Die medizinelektronische Komponente wird in einem 1 x 1,5 mm großen Gehäuse angeboten und besitzt daher eine geringe thermische Masse, sodass sie schnell auf Temperaturänderungen reagieren kann. Außerdem ermöglicht der Sensor damit eine kompakte Formgestaltung im Interesse von mehr Komfort für den Anwender. Der Nutzererfahrung kommt ebenfalls die minimale Leistungsaufnahme von unter 7 µW zugute, die die Verwendung kleinerer Batterien gestattet, um den Komfort und die Kosten zu optimieren. 
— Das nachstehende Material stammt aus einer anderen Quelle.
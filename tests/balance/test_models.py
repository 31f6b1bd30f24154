"""The balancer's building blocks against published facts.

- The canonical schedule (circle method with de Werra's orientation, docs/leg-schemes.md; de Werra
  1981, Annals of Discrete Math. 11:381-395): n-2 breaks, exactly two teams without a break,
  every other team with exactly one, (n-2)/2 or n/2 home games per team.
- The annealing start never exceeds the Post & Woeginger bound: every timetable admits a
  home/away assignment with at most n(n-2)/4 breaks (Discrete Optimization 3 (2006) 165-173),
  and never goes below de Werra's n-2.
- Several rounds on one match day: increasing kick-off times, one game per team at a time.
"""

from __future__ import annotations

import itertools
from datetime import date, time

import pytest

from scheduler import leg_schemes
from scheduler.balance.anneal import anneal, breaks_of
from scheduler.balance.starting_point import canonical_hint
from scheduler.config.model import CalendarSpec, Rules, Venue
from scheduler.errors import InfeasibleError
from scheduler.factorization import factorize
from scheduler.factorization.circle import circle_rounds
from scheduler.plan import plan_season

from .helpers import league
from .rule_checker import check_season


@pytest.mark.parametrize("n", [4, 6, 8, 10, 12, 14, 16, 18, 20])
def test_canonical_schedule_check_values(n):
    order, home = canonical_hint(n)
    rounds = circle_rounds(n)
    assert sorted(order) == list(range(n - 1))
    assert breaks_of(rounds, home, [order], None) == n - 2
    # mirrored double round robin: 3n-6 (docs/leg-schemes.md check values)
    assert breaks_of(rounds, home, [order, order], None) == 3 * n - 6
    per_team = []
    homes = []
    for v in range(n):
        seq = []
        for k in order:
            a, b = next(g for g in rounds[k] if v in g)
            seq.append(home[(a, b)] == (v == a))
        per_team.append(sum(x == y for x, y in itertools.pairwise(seq)))
        homes.append(sum(seq))
    assert sorted(per_team) == [0, 0] + [1] * (n - 2)
    assert set(homes) <= {(n - 2) // 2, n // 2}


@pytest.mark.parametrize("n", [10, 12, 16])
def test_annealing_start_within_known_bounds(n):
    fact = factorize(n, seed=0, budget=2.0)
    maps = leg_schemes.leg_maps("mirrored", 1, n - 1)
    order, home, value = anneal(fact.rounds, n, maps, None, seed=0, moves=40_000)
    assert value == breaks_of(fact.rounds, home, [order], None)
    assert n - 2 <= value <= n * (n - 2) // 4
    assert anneal(fact.rounds, n, maps, None, seed=0, moves=40_000) == (order, home, value)


def test_several_rounds_a_day_take_increasing_kick_offs():
    hall = Venue("Lantern Room", courts=("Table 1", "Table 2", "Table 3"),
                 slots=(time(9, 30), time(11, 0), time(13, 30)))
    days = (date(2027, 5, 15), date(2027, 5, 16))
    lg = league(6, venues=(hall,), calendar=CalendarSpec(start=days[0], dates=days,
                                                         rounds_per_day=3))
    season = plan_season(lg, time_limit=3).season
    assert check_season(lg, season) == []
    by_round = {}
    for f in season.fixtures:
        by_round.setdefault(f.round, set()).add(f.start)
    rs = sorted(by_round)
    # the rounds of one day take disjoint, increasing bands of kick-off times
    for r1, r2 in itertools.pairwise(rs):
        if min(by_round[r1]).date() == min(by_round[r2]).date():
            assert max(by_round[r1]) < min(by_round[r2])
    assert {s.date() for r in rs[:3] for s in by_round[r]} == {days[0]}
    assert {s.date() for r in rs[3:] for s in by_round[r]} == {days[1]}


def test_min_rest_days_with_several_rounds_a_day_is_named():
    days = (date(2027, 5, 15), date(2027, 5, 16))
    lg = league(6, calendar=CalendarSpec(start=days[0], dates=days, rounds_per_day=3),
                rules=Rules(min_rest_days=1))
    with pytest.raises(InfeasibleError) as info:
        plan_season(lg, time_limit=2)
    assert info.value.conflicts == ["min_rest_days = 1 (with 3 rounds on each match day)"]


def test_too_few_places_is_explained():
    hall = Venue("Small Hall", courts=("Court A", "Court B"))
    with pytest.raises(InfeasibleError) as info:
        plan_season(league(8, venues=(hall,)), time_limit=2)
    assert "2 places (courts × time slots) at the venues" in info.value.conflicts
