def group_starter_factorization(group: SemidirectGroup, starter: Sequence[Sequence[int]], *,
                                method: str | None = None,
                                source: str | None = None,
                                details: dict | None = None) -> Factorization:
    """The one-factorization of ``K_{m+1}`` induced by a starter of ``group``.

    Parameters
    ----------
    group
        The group ``Z_p ⋊_r Z_q`` of odd order ``m``.
    starter
        The pairs ``(x, y)`` of group codes.
    method, source
        Override the factorization's description and citation.
    details
        Extra entries for the factorization's ``details``.

    Returns
    -------
    Factorization
        The one-factorization of ``K_{m+1}``.

    Raises
    ------
    InputError
        When ``starter`` is not a starter of ``group``.
    """
    pairs = _require(group, starter)
    info = {"construction": "group starter", "group": group.name, "p": group.p, "q": group.q,
            "r": group.r, "starter": [list(pr) for pr in pairs]}
    info.update(details or {})
    return Factorization(group.order + 1, group_starter_rounds(group, pairs),
                         method or f"starter in {group.name}", source or SOURCE, info)


def enumerate_group_starters(group: SemidirectGroup) -> Iterator[tuple[Pair, ...]]:
    """Every starter of ``group`` (exhaustive backtracking; small orders only).

    Parameters
    ----------
    group : SemidirectGroup
        The group of odd order.

    Yields
    ------
    tuple of Pair
        Each starter once, its pairs sorted.
    """
    m = group.order
    mul = group.mul.tolist()
    inv = group.inv.tolist()
    used = [False] * m
    used[0] = True
    qused = [False] * m
    chosen: list[Pair] = []

    def rec() -> Iterator[tuple[Pair, ...]]:
        x = next((v for v in range(1, m) if not used[v]), None)
        if x is None:
            yield tuple(chosen)
            return
        used[x] = True
        for y in range(x + 1, m):
            d1 = mul[x][inv[y]]
            d2 = inv[d1]
            if used[y] or qused[d1] or qused[d2]:
                continue
            used[y] = qused[d1] = qused[d2] = True
            chosen.append((x, y))
            yield from rec()
            chosen.pop()
            used[y] = qused[d1] = qused[d2] = False
        used[x] = False

    yield from rec()


def group_kernel_arrays(
    group: SemidirectGroup, automorphism: tuple[int, int] = (1, 0)
) -> tuple[np.ndarray, np.ndarray, np.ndarray, np.ndarray, np.ndarray]:
    """``(mul, inv, perm, reps, weights)`` as int32 arrays for the starter search kernel: the
    group's tables, the automorphism as a permutation, and one representative (the smallest
    code) per orbit of ``<g -> g^-1, automorphism>`` on ``G \\ {e}`` with the number of classes
    ``{g, g^-1}`` in it.

    Parameters
    ----------
    group : SemidirectGroup
        The group searched.
    automorphism : tuple of (int, int), optional
        ``(s, c)`` of :meth:`SemidirectGroup.automorphism`.

    Returns
    -------
    tuple of numpy.ndarray
        The five kernel arrays.

    Raises
    ------
    InputError
        For an automorphism that the group does not have.
    """
    perm = group.automorphism(*automorphism)
    orbits = element_orbits(group.inv, perm)
    return (
        np.ascontiguousarray(group.mul, dtype=np.int32),
        np.ascontiguousarray(group.inv, dtype=np.int32),
        np.ascontiguousarray(perm, dtype=np.int32),
        np.array([g for g, _ in orbits], dtype=np.int32),
        np.array([size // 2 for _, size in orbits], dtype=np.int32),
    )


@dataclass(frozen=True)
class GroupStarterSearchResult:
    """Outcome of :func:`search_perfect_group_starter` (``exhausted``: the whole space of
    ``automorphism``-invariant starters was explored without success).

    Parameters
    ----------
    group : str
        The group's name.
    automorphism : tuple of (int, int)
        The ``(s, c)`` of the automorphism the starter had to be invariant under.
    seed : int
        The search's seed.
    starter : tuple of Pair or None
        The perfect starter found; None when none was found.
    runs : int
        Restarts made.
    nodes : int
        Search nodes visited in all runs.
    seconds : float
        Wall time spent.
    exhausted : bool
        True when a run explored the whole space without success.
    """

    group: str
    automorphism: tuple[int, int]
    seed: int
    starter: tuple[Pair, ...] | None
    runs: int
    nodes: int
    seconds: float
    exhausted: bool

    @property
    def found(self) -> bool:
        """True when a perfect starter was found."""
        return self.starter is not None


_GROUP_SALT = 24_680
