def _team_sheet(ws: Worksheet, season: Season, team: str, side_labels: tuple[str, str]) -> None:
    sides = side_words(season, side_labels)
    side_head = "Side" if sides is not None else "Home/away"
    words = sides if sides is not None else ("home", "away")
    _header(
        ws, ["Round", "Leg", "Date", "Kick-off", side_head, "Opponent", "Venue", "Court", "Slot"]
    )
    rows = [row for row in fixture_rows(season) if team in row.fixture.teams]
    entries: list[tuple[int, tuple]] = []
    for row in rows:
        f = row.fixture
        home = f.home == team
        entries.append(
            (
                f.round,
                (
                    f.round,
                    f.leg,
                    row.date,
                    row.time,
                    words[0] if home else words[1],
                    user_text(f.away if home else f.home),
                    user_text(f.venue),
                    user_text(f.court),
                    user_text(f.slot),
                ),
            )
        )
    for number, teams in season.byes.items():
        if team in teams:
            entries.append((number, (number, None, None, None, "bye", None, None, None, None)))
    entries.sort(key=lambda e: (e[0], e[1][4] == "bye"))
    for r, (_, values) in enumerate(entries, start=2):
        for c, value in enumerate(values, start=1):
            cell = ws.cell(row=r, column=c, value=value)
            if c == 3 and value is not None:
                cell.number_format = DATE_FORMAT
            elif c == 4 and value is not None:
                cell.number_format = TIME_FORMAT
            if values[4] == "bye":
                cell.fill = _BYE_FILL
    _finish(ws)
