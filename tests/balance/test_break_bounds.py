"""Lower bounds on breaks over every round order and home/away (scheduler.balance.break_bounds).

Checks against what the module did not compute itself:
- brute force inside the test: every round order (itertools) and every home/away, through the
  colouring view of ``docs/perfect-breaks.md`` (a break is a team whose colour changes between
  consecutive positions; the plain Hamming distance over every colouring, without the
  min(d, n - d) shortcut the module uses), for n = 6 and 8;
- the window values against the same brute force over every colouring of the rounds of the
  window (a min-plus product of plain distance matrices, not the module's cycle programme);
- the exact programme :func:`scheduler.balance.perfect_breaks.exact_min_breaks` (Held & Karp,
  J. SIAM 10 (1962) 196-210) for n = 8..14, and the stored exact 16-team values of
  ``docs/perfect-breaks.md`` (computed by that programme);
- de Werra's n - 2 (Annals of Discrete Math. 11 (1981) 381-395) reached by the circle
  schedule: the bound never exceeds it there.
"""

from __future__ import annotations

import itertools
import random
from fractions import Fraction

import numpy as np
import pytest

from scheduler.balance.break_bounds import (
    best_home_away,
    break_lower_bound,
    degree_lower_bound,
    is_perfect,
    polish_order,
    window_lower_bound,
    window_sum,
    window_tables,
)
from scheduler.balance.perfect_breaks import exact_min_breaks
from scheduler.errors import InputError
from scheduler.factorization.anderson import anderson_rounds
from scheduler.factorization.circle import circle_rounds


def _random_factorization(n, seed):
    """GK_n with its teams relabelled and its rounds shuffled (not perfect for n = 10)."""
    rng = random.Random(seed)
    perm = list(range(n))
    rng.shuffle(perm)
    rounds = [tuple(sorted(tuple(sorted((perm[a], perm[b]))) for a, b in r))
              for r in circle_rounds(n)]
    rng.shuffle(rounds)
    return rounds


def _colourings(games, n):
    """Every colouring (vertex bit mask) in which each game joins two colours."""
    out = []
    for bits in range(1 << len(games)):
        mask = 0
        for i, (a, b) in enumerate(games):
            mask |= 1 << (a if (bits >> i) & 1 else b)
        out.append(mask)
    return out


def _distances(rounds, n):
    """``dist[r][s]``: plain Hamming distances between every colouring of r and of s."""
    cols = [np.array(_colourings(g, n), dtype=np.int64) for g in rounds]
    pop = np.vectorize(lambda x: bin(int(x)).count("1"))
    return [[pop(cols[r][:, None] ^ cols[s][None, :]) for s in range(len(rounds))]
            for r in range(len(rounds))]


def _chain_min(dist, seq):
    """Fewest breaks along the rounds ``seq`` in this order, every colouring free."""
    value = np.zeros(dist[seq[0]][seq[0]].shape[0], dtype=np.int64)
    for prev, cur in itertools.pairwise(seq):
        value = (value[:, None] + dist[prev][cur]).min(axis=0)
    return int(value.min())


def _brute_force_min_breaks(rounds, n):
    dist = _distances(rounds, n)
    R = len(rounds)
    return min(_chain_min(dist, order) for order in itertools.permutations(range(R))
               if order[0] < order[-1])


@pytest.mark.parametrize("n,seed", [(6, 0), (8, 1), (8, 2)])
def test_window_values_match_brute_force(n, seed):
    rounds = _random_factorization(n, seed) if seed else circle_rounds(n)
    tables = window_tables(rounds, n)
    dist = _distances(rounds, n)
    R = n - 1
    assert tables.triples is not None
    for window in itertools.permutations(range(R), 3):
        assert tables.pairs[window] == _chain_min(dist, window)
    for four in itertools.permutations(range(R), 4):
        assert tables.triples[four] == _chain_min(dist, four)


@pytest.mark.parametrize("n,seed", [(6, 0), (8, 3)])
def test_four_step_windows_match_brute_force(n, seed):
    rounds = _random_factorization(n, seed) if seed else circle_rounds(n)
    tables = window_tables(rounds, n, quads=True)
    dist = _distances(rounds, n)
    assert tables.quads is not None
    five = list(itertools.permutations(range(n - 1), 5))
    for window in five[::3] if n == 8 else five:
        assert tables.quads[window] == _chain_min(dist, window)


@pytest.mark.parametrize("n,seed", [(6, 0), (6, 3), (8, 0), (8, 4)])
def test_bounds_below_brute_force(n, seed):
    rounds = _random_factorization(n, seed) if seed else circle_rounds(n)
    least = _brute_force_min_breaks(rounds, n)
    assert least == exact_min_breaks(rounds, n).breaks
    tables = window_tables(rounds, n, quads=True)
    for got in (degree_lower_bound(rounds, n, tables=tables),
                window_lower_bound(rounds, n, window=2, tables=tables, iterations=60),
                window_lower_bound(rounds, n, window=3, tables=tables, iterations=60),
                window_lower_bound(rounds, n, window=4, tables=tables, iterations=60)):
        assert n - 2 <= got.bound <= least
        assert got.relaxation <= least


@pytest.mark.parametrize("n,seed", [(8, 5), (10, 6), (10, 7), (12, 8)])
def test_every_penalty_gives_a_valid_bound(n, seed):
    # the Lagrangian bound holds for any penalties, not only the optimised ones
    rounds = _random_factorization(n, seed)
    exact = exact_min_breaks(rounds, n)
    tables = window_tables(rounds, n)
    got = window_lower_bound(rounds, n, tables=tables, iterations=80, target=exact.breaks)
    assert got.relaxation <= exact.breaks and got.bound <= exact.breaks
    if n <= 10:
        four = window_lower_bound(rounds, n, window=4, iterations=40, start=got.penalties)
        assert four.relaxation <= exact.breaks
    # the three-step windows along the optimal schedule itself: L * breaks >= sum of windows
    assert window_sum(tables, exact.order) <= 3 * exact.breaks


@pytest.mark.parametrize("name,rounds,n,exact", [
    ("GA_10", anderson_rounds(10), 10, 10),   # docs/perfect-breaks.md table
    ("GK_12", circle_rounds(12), 12, 10),     # de Werra's n - 2
    ("GK_14", circle_rounds(14), 14, 12),     # de Werra's n - 2
    ("GA_14", anderson_rounds(14), 14, 16),   # docs/perfect-breaks.md (exact programme)
])
def test_perfect_factorizations_below_exact_values(name, rounds, n, exact):
    assert is_perfect(rounds, n)
    got = break_lower_bound(rounds, n, iterations=120, target=exact)
    assert n - 2 <= got.bound <= exact and got.bound % 2 == 0, name


def test_sixteen_team_stored_schedule():
    # the stored 16-team schedule is exact (20 breaks, docs/perfect-breaks.md): the bound on its
    # factorization may not exceed it; the three-step windows already beat n - 2 = 14 on the
    # catalogue's Z_15 starter (exact 22, same page)
    from scheduler.balance.perfect_breaks import stored_best_perfect
    from scheduler.factorization.catalogue import catalogue_factorization

    best = stored_best_perfect(16)
    assert best is not None
    got = break_lower_bound(best.factorization.rounds, 16, iterations=150, target=best.breaks)
    assert 14 <= got.bound <= best.breaks == 20
    z15 = catalogue_factorization(16)
    assert z15 is not None
    strong = window_lower_bound(z15.rounds, 16, iterations=150, target=22)
    assert 14 < strong.bound <= 22
    # the penalties returned are a certificate: the walk with them alone gives the same value
    again = window_lower_bound(z15.rounds, 16, iterations=0, start=strong.penalties)
    assert again.relaxation == strong.relaxation
    assert isinstance(again.relaxation, Fraction)


def test_perfect_check_and_errors():
    assert is_perfect(circle_rounds(12), 12) and not is_perfect(circle_rounds(10), 10)
    with pytest.raises(InputError):
        window_tables(circle_rounds(8)[:-1], 8)
    with pytest.raises(InputError):
        window_lower_bound(circle_rounds(8), 8, window=5)
    with pytest.raises(InputError):
        window_tables(circle_rounds(8), 9)


@pytest.mark.parametrize("n,seed", [(8, 9), (10, 10), (12, 11)])
def test_best_home_away_for_a_fixed_order(n, seed):
    # against the balancer's exact layer programme over full colourings (no min(d, n - d)
    # shortcut) and the plain break counter of the balancer
    from scheduler.balance.anneal import breaks_of
    from scheduler.balance.orders import BreakPaths

    rounds = _random_factorization(n, seed)
    order = random.Random(seed).sample(range(n - 1), n - 1)
    got = best_home_away(rounds, n, order)
    assert got.breaks == BreakPaths(rounds, n).value(order)
    assert breaks_of(rounds, got.home, [list(got.order)], None) == got.breaks
    assert got.breaks >= window_lower_bound(rounds, n, iterations=30).relaxation
    with pytest.raises(InputError):
        best_home_away(rounds, n, order[:-1])


@pytest.mark.parametrize("n,seed", [(8, 12), (10, 13)])
def test_polish_order_never_worse_and_exact(n, seed):
    # the polished schedule is re-counted by the balancer's plain counter and lies between the
    # exact optimum over every order (Held-Karp) and the exact value of the starting order
    from scheduler.balance.anneal import breaks_of
    from scheduler.balance.orders import BreakPaths

    rounds = _random_factorization(n, seed)
    start = random.Random(seed).sample(range(n - 1), n - 1)
    got = polish_order(rounds, n, start, longest_segment=4, max_passes=3)
    assert breaks_of(rounds, got.home, [list(got.order)], None) == got.breaks
    assert got.breaks == BreakPaths(rounds, n).value(list(got.order))
    assert exact_min_breaks(rounds, n).breaks <= got.breaks <= best_home_away(rounds, n,
                                                                                start).breaks
    with pytest.raises(InputError):
        polish_order(rounds, n, start, longest_segment=1)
Mit Konnektivitäts-Optionen wie Bluetooth Low Energy kommen die Fähigkeiten eines Wearable-Temperatursensors erst richtig zur Geltung. Für Eltern eines Kindes, dessen Körpertemperatur im Krankheitsfall häufig auf über 40 °C ansteigt, wäre es eine große Erleichterung, wenn sie auf dem Smartphone eine Nachricht über die nachlassende Wirkung des fiebersenkenden Mittels erhalten würden, bevor die Temperatur auf gefährliche Werte ansteigt. 

Auch im klinischen Einsatz wäre eine solche Bluetooth-fähige Temperatursensor-Lösung von Vorteil. Patienten und Patientinnen könnten sich damit frei bewegen, ohne mit den Monitoren in ihrem Zimmer verkabelt zu sein. Das Pflegepersonal würde von den manuellen Temperaturmessungen entlastet und auch die Selektierung in überfüllten Wartezimmern wäre einfacher.